Creamy Greek Guacamole
Recipe NameCreamy Greek Guacamole
Total Time1 hour and 20 minutes
- 215g tin chickpeas, drained and rinsed (130g drained weight)
- 1 garlic clove, chopped
- 1 small red onion, finely chopped
- 2 tablespoons lemon juice
- 2 large ripe avocados, peeled, stones removed and flesh chopped
- 1/4 teaspoon salt
- 3 tablespoons freshly chopped flat-leaf parsley
- 80g feta cheese, crumbled
- Place the chickpeas, garlic, onion (reserving 1/2 tablespoon for garnish), lemon juice and avocado in a food processor and pulse until almost smooth, scraping down the sides of the bowl as needed.
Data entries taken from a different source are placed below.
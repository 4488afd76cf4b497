"""Year-by-year amounts of one investment: purchase, replacements, residual value, grant and tax.

Both the cash flow and the present cost rates are built from these arrays.
"""

from __future__ import annotations

from dataclasses import dataclass

import numpy as np
from numpy.typing import NDArray

from evenfire.money.terms import Finance, Investment

FloatArray = NDArray[np.float64]

PURCHASE_LINES = ("investment", "replacement", "residual value", "grants", "tax on investment")
"""Cost lines that follow from investments."""


@dataclass(frozen=True, slots=True, kw_only=True)
class _Unit:
    """One bought thing from its purchase to its end, on the basis of the finance."""

    bought: int
    ends: int
    taxed_price: float
    """Price that tax law lets the owner deduct over time, in money of the year of purchase."""


def investment_price_growth(investment: Investment, finance: Finance) -> float:
    """Change per year of what the investment costs, on the basis of the finance [1]."""
    if investment.escalation is not None:
        return investment.escalation
    return finance.inflation if finance.rate_basis == "nominal" else 0.0


def fixed_sum_factor(finance: Finance) -> float:
    """What a sum fixed in nominal money is worth after one year, on the basis of the finance [1]."""
    return 1.0 / (1.0 + finance.inflation) if finance.rate_basis == "real" else 1.0


def purchase_lines(investment: Investment, finance: Finance) -> dict[str, FloatArray]:
    """Costs of one investment in each year, by line of `PURCHASE_LINES`, each of shape (horizon + 1,).

    Costs are positive; residual value, grant and tax relief are negative. The purchase and every
    replacement carry the contingency. Replacements fall due each ``life_years`` after the purchase,
    before the horizon; the horizon itself gets none. The straight-line residual value is the unused
    share of the last unit's life times its price at the horizon.

    Notes
    -----
    A grant lowers the depreciated price. Depreciation, grants and later payments are sums fixed in
    nominal money, so inflation erodes them in a real calculation. What is not yet depreciated when
    a unit ends is deducted then, against its residual value at the horizon.
    """
    horizon = finance.horizon_years
    lines = {line: np.zeros(horizon + 1) for line in PURCHASE_LINES}
    price_index = (1.0 + investment_price_growth(investment, finance)) ** np.arange(horizon + 1, dtype=float)
    fixed_sum = fixed_sum_factor(finance)
    first = investment.year
    price = investment.amount * price_index[first]
    for delay, share in investment.payments:
        lines["investment"][first + delay] += price * (1.0 + finance.contingency) * share * fixed_sum**delay
    granted = 0.0
    if investment.grant is not None:
        delay = investment.grant.years_after_purchase
        granted = price * investment.grant.share
        lines["grants"][first + delay] -= granted * fixed_sum**delay

    replacement = (
        investment.amount if investment.replacement_amount is None else investment.replacement_amount
    )
    replacement_price = replacement * (1.0 + finance.contingency) * price_index
    later = range(first + investment.life_years, horizon, investment.life_years)
    lines["replacement"][list(later)] = replacement_price[list(later)]
    bought = [first, *later]
    if investment.residual_value is None:
        last_price = replacement if later else investment.amount
        unused = 1.0 - (horizon - bought[-1]) / investment.life_years
        residual = unused * last_price * (1.0 + finance.contingency)
    else:
        residual = investment.residual_value
    lines["residual value"][horizon] = -residual * price_index[horizon]

    units = [
        _Unit(
            bought=year,
            ends=min(year + investment.life_years, horizon),
            taxed_price=price * (1.0 + finance.contingency) - granted
            if year == first
            else replacement_price[year],
        )
        for year in bought
    ]
    lines["tax on investment"] = _tax_on_units(units, -float(lines["residual value"][horizon]), finance)
    return lines


def _tax_on_units(units: list[_Unit], residual_value: float, finance: Finance) -> FloatArray:
    tax = np.zeros(finance.horizon_years + 1)
    if finance.tax is None:
        return tax
    fixed_sum = fixed_sum_factor(finance)
    for unit in units:
        age = unit.ends - unit.bought
        shares = np.zeros(age + 1)
        deducted = finance.tax.depreciation_shares[:age]
        shares[1 : 1 + len(deducted)] = deducted
        shares[age] += 1.0 - sum(deducted)
        deductions = unit.taxed_price * shares * fixed_sum ** np.arange(age + 1)
        tax[unit.bought : unit.ends + 1] -= finance.tax.rate * deductions
    tax[-1] += finance.tax.rate * residual_value
    return tax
Transfer to a serving bowl and stir in the salt and nearly all the parsley and feta cheese. Season with freshly ground black pepper, if you like.
- Cover the surface closely with cling film and refrigerate for 1 hour to allow the flavours to blend. Garnish with the reserved onion and the remaining parsley and feta cheese and serve.
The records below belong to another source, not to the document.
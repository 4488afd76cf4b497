"""What an alternative saves against the reference, year by year."""

from __future__ import annotations

from dataclasses import fields

import numpy as np
from numpy.typing import NDArray

from evenfire.errors import MoneyError, Problem
from evenfire.money.cash_flow import CashFlow

FloatArray = NDArray[np.float64]


def yearly_saving(reference: CashFlow, alternative: CashFlow) -> FloatArray:
    """Cost of the reference less cost of the alternative in each year.

    Parameters
    ----------
    reference, alternative : CashFlow
        Costs under the same finance.

    Returns
    -------
    ndarray
        Saving of years 0 to the horizon [currency], shape (horizon + 1,); negative where the
        alternative costs more.

    Raises
    ------
    MoneyError
        M108 if the two cash flows differ in currency, price date, horizon, rate or basis.
    """
    require_same_finance(reference, alternative)
    return reference.yearly_total - alternative.yearly_total


def require_same_finance(reference: CashFlow, alternative: CashFlow) -> None:
    """Raise M108 for every term in which two cash flows differ, so that their amounts do not compare."""
    problems = [
        Problem(
            code="M108",
            where=f"comparison with the reference, finance {field.name}",
            found=f"found {getattr(alternative.finance, field.name)!r} against"
            f" {getattr(reference.finance, field.name)!r}",
            allowed="must be the same on both sides of a comparison",
        )
        for field in fields(reference.finance)
        if getattr(alternative.finance, field.name) != getattr(reference.finance, field.name)
    ]
    if problems:
        raise MoneyError(*problems)
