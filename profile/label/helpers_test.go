package label_test

import (
	"math"
	"testing"

	"gonum.org/v1/gonum/spatial/r2"

	"flankwright/profile/fit"
	"flankwright/profile/label"
)

// points are n+1 points along a segment, ends included, found through the center of an
// arc and not by halving.
func points(s fit.Segment, n int) []r2.Vec {
	out := make([]r2.Vec, n+1)
	for i := range out {
		share := float64(i) / float64(n)
		if s.Kind == fit.Arc {
			out[i] = r2.Rotate(s.Start, s.Included()*share, s.Center())
		} else {
			out[i] = r2.Add(r2.Scale(1-share, s.Start), r2.Scale(share, s.End))
		}
	}
	return out
}

// cloud are points along all strokes, at most so far apart.
func cloud(paths []fit.Path, apart float64) []r2.Vec {
	var out []r2.Vec
	for _, p := range paths {
		for _, s := range p.Segments {
			out = append(out, points(s, 1+int(s.Length()/apart))...)
		}
	}
	return out
}

// drawn is Strokes of a text that can be drawn.
func drawn(t testing.TB, text string) ([]fit.Path, float64) {
	t.Helper()
	paths, width, err := label.Strokes(text)
	if err != nil {
		t.Fatalf("%q: %v", text, err)
	}
	return paths, width
}

// disc is a circle as part of a web: material inside, or outside for a hole.
type disc struct {
	center r2.Vec
	radius float64
	hole   bool
}

// web is a region bounded by circles.
type web []disc

// Clearance is the distance to the nearest circle.
func (w web) Clearance(p r2.Vec) float64 {
	least := math.Inf(1)
	for _, d := range w {
		c := d.radius - r2.Norm(r2.Sub(p, d.center))
		if d.hole {
			c = -c
		}
		least = math.Min(least, c)
	}
	return least
}

// annulus is the web between a bore and an outer circle, with holes of one radius.
func annulus(bore, outer, hole float64, at ...r2.Vec) web {
	w := web{{radius: outer}}
	if bore > 0 {
		w = append(w, disc{radius: bore, hole: true})
	}
	for _, c := range at {
		w = append(w, disc{center: c, radius: hole, hole: true})
	}
	return w
}

// ring are n points on a circle, the first on +Y.
func ring(n int, radius float64) []r2.Vec {
	out := make([]r2.Vec, n)
	for i := range out {
		out[i] = r2.Rotate(r2.Vec{Y: radius}, 2*math.Pi*float64(i)/float64(n), r2.Vec{})
	}
	return out
}

// bar is a straight web, as of a rack: between two levels and two ends.
type bar struct{ box r2.Box }

// Clearance is the least of the signed distances to the four edges.
func (b bar) Clearance(p r2.Vec) float64 {
	return min(p.X-b.box.Min.X, b.box.Max.X-p.X, p.Y-b.box.Min.Y, b.box.Max.Y-p.Y)
}

// counted counts how often a region is asked.
type counted struct {
	label.Region
	asked *int
}

// Clearance passes the question on.
func (c counted) Clearance(p r2.Vec) float64 { *c.asked++; return c.Region.Clearance(p) }
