package label

import (
	"math"

	"flankwright/profile"
)

// noRoom is the refusal of a label that does not fit at a height in mm, with the largest
// height that does.
func (p placer) noRoom(height float64, chosen bool) profile.Finding {
	f := profile.Finding{Rule: RuleNoRoom, Param: ParamLabel, Value: profile.LengthOf(height)}
	margin := profile.LengthOf(Margin(height)).AtLeast()
	f.Also = []profile.Quantity{margin}
	f.Text = "the web has no room for the label {value} high with {0} to every edge"
	if chosen {
		f.Text = "the web has no room for the label even {value} high with {0} to every edge"
	} else {
		f.Param = ParamHeight
	}
	largest, ok := p.largest(height)
	if !ok {
		f.Bound = profile.LengthOf(0)
		f.Hint = "shorten --label, or leave it out"
		return f
	}
	f.Bound = profile.LengthOf(largest).AtMost()
	f.Hint = "keep --label-height at or below {bound}, or shorten --label"
	if chosen {
		f.Hint = "shorten --label, or give --label-height at or below {bound}"
	}
	return f
}

// grains is how many steps of the largest height named there are in a mm.
const grains = 100

// trialHeights are the heights in mm from which the search for the largest starts, in
// falling order: the preferred ones and, in their ratio, those down to MinHeight.
func trialHeights() []float64 { return append(PreferredHeights(), 1.25, 0.9, 0.7, MinHeight) }

// largest finds the largest height in mm below one that does not fit, by bisection, as a
// multiple of 1/grains that does fit.
//
// A smaller text need not fit wherever a larger one does, since its strokes lie elsewhere:
// a hole may be between the strokes of the larger. So the bisection starts from the
// largest trial height that fits, and what it returns was tried.
func (p placer) largest(height float64) (float64, bool) {
	fits := func(h float64) bool { _, _, ok := p.fit(h); return ok }
	low, high := 0.0, height
	for _, h := range trialHeights() {
		if h >= height {
			continue
		}
		if fits(h) {
			low = h
			break
		}
		high = h
	}
	if low == 0 {
		return 0, false
	}
	tried := low
	for high-low > 0.5/grains {
		if middle := (low + high) / 2; fits(middle) {
			low = middle
		} else {
			high = middle
		}
	}
	if rounded := math.Floor(low*grains) / grains; rounded > tried && fits(rounded) {
		return rounded, true
	}
	return tried, true
}
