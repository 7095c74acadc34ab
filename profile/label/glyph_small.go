package label

// firstSmall draws a to m.
func firstSmall(c rune) glyph {
	const h, d = smallHeight, -descent
	switch c {
	case 'a':
		return glyph{0.46, []stroke{{
			{0.04, h, 0}, {0.46, h, 0.2}, {0.46, 0, 0}, {0, 0, 0.2}, {0, 0.4, 0.2}, {0.46, 0.4, 0},
		}}}
	case 'b':
		return glyph{0.5, []stroke{{{0, 1, 0}, {0, 0, 0}, {0.5, 0, 0.25}, {0.5, h, 0.25}, {0, h, 0}}}}
	case 'c':
		return glyph{0.46, []stroke{{{0.46, h, 0}, {0, h, 0.27}, {0, 0, 0.27}, {0.46, 0, 0}}}}
	case 'd':
		return glyph{0.5, []stroke{{{0.5, 1, 0}, {0.5, 0, 0}, {0, 0, 0.25}, {0, h, 0.25}, {0.5, h, 0}}}}
	case 'e':
		return glyph{0.5, []stroke{{
			{0, 0.36, 0}, {0.5, 0.36, 0}, {0.5, h, 0.24}, {0, h, 0.25}, {0, 0, 0.25}, {0.46, 0, 0},
		}}}
	case 'f':
		return glyph{0.4, []stroke{
			{{0.4, 1, 0}, {0.14, 1, 0.2}, {0.14, 0, 0}}, {{0, h, 0}, {0.36, h, 0}},
		}}
	case 'g':
		return glyph{0.5, []stroke{{
			{0.04, d, 0}, {0.5, d, 0.2}, {0.5, h, 0}, {0, h, 0.25}, {0, 0, 0.25}, {0.5, 0, 0},
		}}}
	case 'h':
		return glyph{0.5, []stroke{
			{{0, 1, 0}, {0, 0, 0}}, {{0, h, 0}, {0.5, h, 0.23}, {0.5, 0, 0}},
		}}
	case 'i':
		return glyph{0.1, []stroke{{{0.05, h, 0}, {0.05, 0, 0}}, {{0.05, 1, 0}, {0.05, 0.88, 0}}}}
	case 'j':
		return glyph{0.25, []stroke{
			{{0.2, h, 0}, {0.2, d, 0.2}, {0, d, 0}}, {{0.2, 1, 0}, {0.2, 0.88, 0}},
		}}
	case 'k':
		return glyph{0.48, []stroke{{{0, 1, 0}, {0, 0, 0}}, {{0.44, h, 0}, {0, 0.32, 0}, {0.48, 0, 0}}}}
	case 'l':
		return glyph{0.22, []stroke{{{0, 1, 0}, {0, 0, 0.16}, {0.22, 0, 0}}}}
	case 'm':
		return glyph{0.76, []stroke{
			{{0, 0, 0}, {0, h, 0}, {0.38, h, 0.19}, {0.38, 0, 0}},
			{{0.38, h - 0.19, 0}, {0.38, h, 0.19}, {0.76, h, 0.19}, {0.76, 0, 0}},
		}}
	}
	return glyph{}
}

// secondSmall draws n to z.
func secondSmall(c rune) glyph {
	const h, d = smallHeight, -descent
	switch c {
	case 'n':
		return glyph{0.5, []stroke{{{0, 0, 0}, {0, h, 0}, {0.5, h, 0.23}, {0.5, 0, 0}}}}
	case 'o':
		return glyph{0.52, []stroke{{
			{0.26, h, 0}, {0, h, 0.26}, {0, 0, 0.26}, {0.52, 0, 0.26}, {0.52, h, 0.26}, {0.26, h, 0},
		}}}
	case 'p':
		return glyph{0.5, []stroke{{{0, d, 0}, {0, h, 0}, {0.5, h, 0.25}, {0.5, 0, 0.25}, {0, 0, 0}}}}
	case 'q':
		return glyph{0.5, []stroke{{{0.5, d, 0}, {0.5, h, 0}, {0, h, 0.25}, {0, 0, 0.25}, {0.5, 0, 0}}}}
	case 'r':
		return glyph{0.34, []stroke{{{0, 0, 0}, {0, h, 0}, {0.34, h, 0.17}, {0.34, 0.5, 0}}}}
	case 's':
		return glyph{0.46, []stroke{{
			{0.43, h, 0}, {0, h, 0.17}, {0.02, 0.36, 0.15}, {0.46, 0.36, 0.17}, {0.46, 0, 0.17}, {0.02, 0, 0},
		}}}
	case 't':
		return glyph{0.36, []stroke{
			{{0.13, 0.95, 0}, {0.13, 0, 0.18}, {0.36, 0, 0}}, {{0, h, 0}, {0.34, h, 0}},
		}}
	case 'u':
		return glyph{0.5, []stroke{{{0, h, 0}, {0, 0, 0.23}, {0.5, 0, 0}, {0.5, h, 0}}}}
	case 'v':
		return glyph{0.5, []stroke{{{0, h, 0}, {0.25, 0, 0}, {0.5, h, 0}}}}
	case 'w':
		return glyph{0.72, []stroke{{{0, h, 0}, {0.18, 0, 0}, {0.36, 0.6, 0}, {0.54, 0, 0}, {0.72, h, 0}}}}
	case 'x':
		return glyph{0.5, []stroke{{{0, h, 0}, {0.5, 0, 0}}, {{0, 0, 0}, {0.5, h, 0}}}}
	case 'y':
		return glyph{0.5, []stroke{{{0.5, h, 0}, {0.25 + 0.25*d/h, d, 0}}, {{0, h, 0}, {0.25, 0, 0}}}}
	case 'z':
		return glyph{0.46, []stroke{{{0, h, 0}, {0.46, h, 0}, {0, 0, 0}, {0.46, 0, 0}}}}
	}
	return glyph{}
}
- Stir 50g drained and finely chopped roasted peppers (from a jar) into the guacamole just before serving, if you like.
- For extra flavour marinate the crumbled feta in 1 tablespoon extra virgin olive oil and 1/2 teaspoon dried oregano for 10 minutes before stirring into the mixture.
- Don’t just dip! Roast halved and deseeded mini sweet peppers until tender and lightly charred. Cool, then fill each pepper half with a spoonful of the guac, scatter over chopped olives and drizzle with a little extra virgin olive oil.
- Cooking Vegetarian? Always read labels to make sure each recipe ingredient is vegetarian. Products and ingredient sources can change.
- Cooking Gluten Free? Always read labels to make sure each recipe ingredient is gluten free. Products and ingredient sources can change.
• You can’t make a good guac without ripe avocados. To test for ripeness, cradle the avocado in the palm of your hand – it should yield to gentle pressure, just like a ripe peach. Don’t squeeze too hard or you will bruise the flesh.
• Very ripe avocados may have a few areas of discoloured flesh. Cut away and discard any big patches but don’t worry about smaller spots as they won’t spoil the look or flavour of the finished guac.
• For a chunky guac, use the back of a fork, potato masher or pastry cutter to mash the flesh or just finely chop with a sharp knife.
• If you prefer a creamy smooth guac use a food processor or blender – pulse briefly then scrape down the sides of the bowl or jug and pulse again. Take care not to over process or the guac may become sloppy.
• Avocado flesh discolours quickly so don't prep until you are ready to mix with the other ingredients.
• Cover the surface of the finished guac very closely with cling film or a layer of baking paper, pressed onto the surface. Any area exposed to the air will start to discolour.